All of these results confirm the superiority of a diet mainly composed of plants on all the factors involved in cardiovascular health, whether in terms of lipid profile, chronic inflammation, or adequate control of calorie intake necessary to maintain body weight.

A new metabolite derived from the microbiota linked to cardiovascular disease

A new metabolite derived from the microbiota linked to cardiovascular disease

OVERVIEW

  • Metabolomic screening has identified a new metabolite associated with cardiovascular disease in the blood of people with type 2 diabetes.
  • This metabolite, phenylacetylglutamine (PAGln), is produced by the intestinal microbiota and the liver, from the amino acid phenylalanine from dietary proteins.
  • PAGln binds to adrenergic receptors expressed on the surface of blood platelets, which results in making them hyper-responsive.
  • A beta blocker drug widely used in clinical practice (Carvedilol) blocks the prothrombotic effect of PAGln.

A research group from the Cleveland Clinic in the United States recently identified a new metabolite of the microbiota that is clinically and mechanistically linked to cardiovascular disease (CVD). This discovery was made possible by the use of a metabolomic approach (i.e. the study of metabolites in a given organism or tissue), a powerful and unbiased method that identified, among other things, trimethylamine oxide (TMAO) as a metabolite promoting atherosclerosis and branched-chain amino acids (BCAAs) as markers of obesity.

The new metabolomic screening has identified several compounds associated with one or more of these criteria in the blood of people with type 2 diabetes: 1) association with major adverse cardiovascular events (MACE: myocardial infarction, stroke or death) in the past 3 years; 2) heightened levels of type 2 diabetes; 3) poor correlation with indices of glycemic control. Of these compounds, five were already known: two which are derived from the intestinal microbiota (TMAO and trimethyllysine) and three others that are diacylglycerophospholipids. Among the unknown compounds, the one that was most strongly associated with MACE was identified by mass spectrometry as phenylacetylglutamine (PAGln).
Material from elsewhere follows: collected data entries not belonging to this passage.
"""The command line as a user meets it: exit codes, messages, files written or not."""

from __future__ import annotations

import subprocess
import sys

import pandas as pd
import pytest
from openpyxl import load_workbook

from helpers import START, minimal_sheets, set_value, write_workbook
from reagentplan.cli import main


def run(*args: str) -> subprocess.CompletedProcess:
    return subprocess.run([sys.executable, "-m", "reagentplan.cli", *args],
                          capture_output=True, text=True, timeout=300)


def test_check_sound_workbook(minimal_path, capsys):
    assert main(["check", str(minimal_path)]) == 0
    assert "sound" in capsys.readouterr().out


def test_bad_input_exit_2_no_traceback_no_output(tmp_path):
    s = minimal_sheets()
    set_value(s, "scrubber", "removal_pct", None, 120)
    path = write_workbook(s, tmp_path / "bad.xlsx")
    out = tmp_path / "out"
    r = run("balance", str(path), "--out", str(out))
    assert r.returncode == 2
    assert "Traceback" not in r.stderr
    assert "sheet 'scrubber', row 2, column 'value (removal_pct)': found 120" in r.stderr
    assert not out.exists()
    assert not any(p.name.startswith(".out") for p in tmp_path.iterdir())


def test_not_a_workbook_exit_2(tmp_path):
    p = tmp_path / "x.xlsx"
    p.write_text("hello")
    r = run("check", str(p))
    assert r.returncode == 2 and "not an .xlsx workbook" in r.stderr and "Traceback" not in r.stderr


def test_failed_run_keeps_previous_output(tmp_path, minimal_path):
    out = tmp_path / "out"
    assert main(["balance", str(minimal_path), "--out", str(out)]) == 0
    before = (out / "balance.csv").read_bytes()
    bad = minimal_sheets()
    set_value(bad, "units", 0, "capacity_mw", "big")
    assert main(["balance", str(write_workbook(bad, tmp_path / "bad.xlsx")), "--out", str(out)]) == 2
    assert (out / "balance.csv").read_bytes() == before


def test_template_filled_in_matches_hand_calculation(tmp_path):
    """The blank template, filled as a user would, balances to the hand-worked example
    of test_balance.test_hand_worked_example (1,000 t/day of 2 % S coal): limestone
    63.045 t/day and wet gypsum 116.09 t/day."""
    tpl = tmp_path / "blank.xlsx"
    assert main(["template", str(tpl)]) == 0
    wb = load_workbook(tpl)
    src = minimal_sheets(days=5)
    for name in ("plant", "scrubber"):
        ws = wb[name]
        given = {r[0]: r[1] for r in src[name][1:]}
        for row in ws.iter_rows(min_row=2):
            if row[0].value in given:
                row[1].value = given[row[0].value]
    for name in ("units", "generation", "coal_sources", "coal_blend", "storage", "suppliers",
                 "buyers", "disposal"):
        ws = wb[name]
        header = [c.value for c in ws[1]]
        for r in src[name][1:]:
            rec = dict(zip(src[name][0], r))
            ws.append([rec.get(h) for h in header])
    for name in ("firm_orders", "generation_history", "coal_quality_history"):
        del wb[name]  # optional sheets left out
    filled = tmp_path / "filled.xlsx"
    wb.save(filled)
    out = tmp_path / "out"
    assert main(["balance", str(filled), "--out", str(out)]) == 0
    bal = pd.read_csv(out / "balance.csv", parse_dates=["date"])
    assert len(bal) == 5 and bal["date"].iloc[0].date() == START
    assert bal["limestone_t"].iloc[0] == pytest.approx(63.045, rel=5e-4)
    assert bal["gypsum_wet_t"].iloc[0] == pytest.approx(116.09, rel=5e-4)
    assert bal["so2_emitted_t"].iloc[0] == pytest.approx(1.1389, rel=5e-4)


def test_template_has_notes_dropdowns_and_example_rows(tmp_path):
    path = tmp_path / "t.xlsx"
    main(["template", str(path)])
    wb = load_workbook(path)
    for name in ("plant", "units", "generation", "coal_sources", "coal_blend", "scrubber",
                 "storage", "suppliers", "buyers", "disposal", "notes"):
        assert name in wb.sheetnames
    sup = wb["suppliers"]
    assert [c.value for c in sup[1]][:3] == ["supplier", "mode", "load_t"]
    assert sup["A2"].value.startswith("#")
    assert sup["A1"].comment is not None
    formulas = [dv.formula1 for dv in sup.data_validations.dataValidation]
    assert '"rail,truck"' in formulas


def test_demo_runs(tmp_path, capsys):
    out = tmp_path / "demo"
    assert main(["demo", "--out", str(out), "--futures", "100", "--time-limit", "30"]) == 0
    for name in ("demo_station.xlsx", "balance.csv", "movements.csv", "inventory.csv", "risk.csv",
                 "summary.json", "forecast.csv", "plan.xlsx"):
        assert (out / name).exists(), name
    text = capsys.readouterr().out
    assert "cost of the reorder-point policy" in text and "Caution" in text
    assert "limestone trains / trucks booked" in text
    # the weekly loop through the invented record: eight weeks, each re-planned
    assert "Weekly loop" in text and "week 8 as of" in text and "late train" in text
    assert (out / "weekly" / "record.db").exists()
    assert (out / "weekly" / "orders_changed_week_8.csv").exists()


def test_a_plan_over_the_permit_exits_1_and_names_it(tmp_path, capsys):
    """Every store within its limits but the stack over a 0.065 kg/GJ permit at 60 %
    removal: the plan is not sound, and says why (exit 1, a so2_permit breach)."""
    import json

    s = minimal_sheets(days=10)
    set_value(s, "plant", "so2_limit_kg_per_gj", None, 0.065)
    set_value(s, "scrubber", "removal_pct", None, 60)
    path = write_workbook(s, tmp_path / "w.xlsx")
    out = tmp_path / "out"
    assert main(["plan", str(path), "--out", str(out), "--futures", "0"]) == 1
    summary = json.loads((out / "summary.json").read_text())
    permit = [b for b in summary["breaches"] if b["store"] == "so2_permit"]
    assert len(permit) == 1 and permit[0]["tonnes"] > 0
    assert "so2_permit: over the SO2 permit limit" in capsys.readouterr().out


def _late_sulfur_station(tmp_path):
    """30 days at the fixed 97 % removal against a 0.03 kg/GJ permit (3-day average):
    0.5 % S coal (about 0.014 kg/GJ emitted) for 20 days, then 2 % S coal (about 0.046
    kg/GJ): the permit is broken from about day 20 on."""
    import datetime as dt

    from helpers import START

    s = minimal_sheets(days=30)
    set_value(s, "plant", "so2_limit_kg_per_gj", None, 0.03)
    s["coal_blend"] = [["date", "source", "share_pct"], [START, "Coal B", 100],
                       [START + dt.timedelta(days=20), "Coal A", 100]]
    return write_workbook(s, tmp_path / "w.xlsx"), START + dt.timedelta(days=20)


def test_a_breach_in_the_outlook_is_listed_but_does_not_exit_1(tmp_path, capsys):
    """With a 14-day firm window the permit breach from day 20 is in the outlook: listed
    in summary.json as ``window: outlook``, said on the console to be re-planned, exit 0.
    With a 28-day firm window the same breach is firm: exit 1."""
    import datetime as dt
    import json

    path, start_high = _late_sulfur_station(tmp_path)
    out = tmp_path / "out"
    assert main(["plan", str(path), "--out", str(out), "--futures", "0", "--firm-days", "14"]) == 0
    summary = json.loads((out / "summary.json").read_text())
    permit = [b for b in summary["breaches"] if b["store"] == "so2_permit"]
    assert permit and all(b["window"] == "outlook" for b in permit), permit
    assert permit[0]["first_date"] >= f"{start_high:%Y-%m-%d}"
    assert all(b["window"] in ("firm", "outlook") for b in summary["breaches"])
    text = capsys.readouterr().out
    assert "in the outlook beyond the firm window" in text and "re-planned" in text
    assert "no limit broken in the firm window" in text
    out2 = tmp_path / "out2"
    assert main(["plan", str(path), "--out", str(out2), "--futures", "0", "--firm-days", "28"]) == 1
    summary = json.loads((out2 / "summary.json").read_text())
    permit = [b for b in summary["breaches"] if b["store"] == "so2_permit"]
    assert permit and all(b["window"] == "firm" for b in permit), permit
    assert "limit(s) broken in the firm window" in capsys.readouterr().out


def test_breach_windows_split_at_the_end_of_the_firm_window():
    """A breach starting before day ``firm_days`` is firm (even if it runs on), one starting
    on or after it is outlook; only firm ones count for the exit code."""
    import pandas as pd

    from reagentplan.schedule.causes import firm_breaches, mark_windows

    dates = pd.date_range("2030-01-01", periods=30)
    b = mark_windows([{"first_date": "2030-01-14", "last_date": "2030-01-20"},
                      {"first_date": "2030-01-15", "last_date": "2030-01-16"},
                      {"first_date": None}], dates, 14)
    assert [x["window"] for x in b] == ["firm", "outlook", "firm"]
    assert firm_breaches(b) == [b[0], b[2]]
    assert firm_breaches([{"store": "gypsum"}]) == [{"store": "gypsum"}]


def test_a_reader_that_closes_the_pipe_ends_the_command_quietly(minimal_path):
    """``reagentplan check WORKBOOK | head -1``: the reader is gone before the command
    writes (closed here at once, while the child is still starting); the command ends
    with Python's exit code for a broken pipe (1) and says nothing on stderr, rather
    than "Could not read or write a file" or "Exception ignored ... BrokenPipeError"."""
    proc = subprocess.Popen([sys.executable, "-m", "reagentplan", "check", str(minimal_path)],
                            stdout=subprocess.PIPE, stderr=subprocess.PIPE)
    proc.stdout.close()  # the reader goes away, as head does after its line
    err = proc.stderr.read().decode()
    assert proc.wait(timeout=120) == 1
    assert err == "", err


def test_check_piped_to_head_through_a_shell(minimal_path):
    """The same through a real shell pipe: one line out, nothing on stderr (whether head
    left before or after the command's last write)."""
    r = subprocess.run(f'"{sys.executable}" -m reagentplan check "{minimal_path}" | head -1',
                       shell=True, capture_output=True, text=True, timeout=120)
    assert "sound" in r.stdout and len(r.stdout.splitlines()) == 1
    assert r.stderr == "", r.stderr


def test_every_command_declares_the_shared_options_from_the_settings():
    """--time-limit, --firm-days, --risk-level, --futures and --solver default to the
    settings each command plans with (reagentplan.settings), not to numbers of their own."""
    from reagentplan.cli import build_parser
    from reagentplan.settings import PLAN, STUDY, WEEKLY_PLAN

    sub = next(a for a in build_parser()._actions if a.dest == "command").choices
    for name, base in (("plan", PLAN), ("study", STUDY), ("rehearse", WEEKLY_PLAN), ("dashboard", PLAN),
                       ("demo", PLAN)):
        defaults = {a.dest: a.default for a in sub[name]._actions}
        assert defaults["time_limit"] == base.time_limit, name
        if "firm_days" in defaults:
            assert defaults["firm_days"] == base.firm_days, name
        if "risk_level" in defaults:
            assert defaults["risk_level"] == pytest.approx(100 * base.risk_level), name
        if "solver" in defaults:
            assert defaults["solver"] == base.solver, name
    assert {a.dest: a.default for a in sub["rehearse"]._actions}["plan_futures"] == WEEKLY_PLAN.futures
    assert {a.dest: a.default for a in sub["study"]._actions}["futures"] == STUDY.futures
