def test_every_pooled_limit_and_the_car_set_replayed_from_movements(planned):
    """Independent check: read back every station's movements.csv and hold the pooled
    monthly maxima and the car set's window.  A contract month that started before the
    plan has its maximum reduced by the even pace of the days before (DEVELOPERS.md,
    contract months): March here starts on the 4th, so 3 of 31 days are gone."""
    _, out, _ = planned
    mv = _movements(out)
    mv["month"] = mv["date"].dt.to_period("M")
    limits = {("Quarry Q", "limestone"): 5000.0, ("Board Co", "gypsum"): 2500.0}
    for (party, material), limit in limits.items():
        rows = mv[(mv["party"] == party) & (mv["material"] == material)]
        assert len(rows), party
        for month, t in rows.groupby("month")["tonnes"].sum().items():
            cap = limit * (1 - 3 / 31) if month == pd.Period("2030-03") else limit
            assert t <= cap + 1e-6, (party, str(month), t, cap)
    trains = mv[(mv["party"] == "Quarry Q") & (mv["direction"] == "in")].groupby("date")["loads"].sum()
    days = pd.date_range(START, periods=DAYS, freq="D")
    daily = trains.reindex(days, fill_value=0).to_numpy(float)
    windows = np.convolve(daily, np.ones(6), mode="valid")
    assert windows.max() <= 1 + 1e-9
    assert daily.sum() >= 3  # the set is used, not trivially empty


def test_fleet_plan_never_dearer_than_the_hand_split_and_room_goes_where_it_pays(planned):
    _, out, _ = planned
    summary = json.loads((out / "fleet_summary.json").read_text())
    assert summary["total_cost"] <= summary["baseline_total_cost"] + 1e-6
    assert summary["total_cost"] < summary["baseline_total_cost"]  # on this fleet it saves
    # the board plant's pooled room goes first to the station whose landfill is dearest
    north = sum(m["stations"]["north"] for m in summary["shared_contracts"]["Board pool"].values())
    base_north = sum(m["stations"]["north"] for m in summary["baseline_shared_contracts"]["Board pool"].values())
    south = sum(m["stations"]["south"] for m in summary["shared_contracts"]["Board pool"].values())
    assert north >= base_north and north > south
    # each station's cost in its own summary.json is the one fleet_summary.json reports
    for name in STATIONS:
        own = json.loads((out / name / "summary.json").read_text())
        assert own["total_cost"] == pytest.approx(summary["stations"][name]["total_cost"], abs=0.01)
In summary, here is how PAGln is generated (see the left side of Figure 1):

  • The amino acid phenylalanine from dietary proteins (animal and plant origin) is mostly absorbed in the small intestine, but a portion that is not absorbed ends up in the large intestine.
  • In the large intestine, phenylalanine is first transformed into phenylpyruvic acid by the intestinal microbiota, then into phenylacetic acid by certain bacteria, particularly those expressing the porA
  • Phenylacetic acid is absorbed and transported to the liver via the portal vein where it is rapidly metabolized into phenylacetylglutamine or PAGln.

Figure 1. Schematic summary of the involvement of PAGln in the increase in platelet aggregation, athero-thrombosis and major adverse cardiovascular events. From Nemet et al., 2020.

Researchers have shown that PAGln increases the effects associated with platelet activation and the potential for thrombosis in whole blood, on isolated platelets and in animal models of arterial damage.

PAGln binds to cell sites in a saturable manner, suggesting specific binding to membrane receptors. The researchers then demonstrated that PAGln binds to G-protein coupled adrenergic receptors, expressed on the surface of the platelet cell membrane. The stimulation of these receptors by PAGln causes the hyperstimulation of the platelets, which then become hyper-responsive and accelerate the platelet aggregation and the thrombosis process.

Finally, in a mouse thrombus model, it has been shown that a beta blocker drug widely used in clinical practice (Carvedilol) blocks the prothrombotic effect of PAGln. This result is particularly interesting because it suggests that the beneficial effects of beta blockers may be partly caused by reversing the effects of high PAGln levels. The identification of PAGln could lead to the development of new targeted and personalized strategies for the treatment of cardiovascular diseases.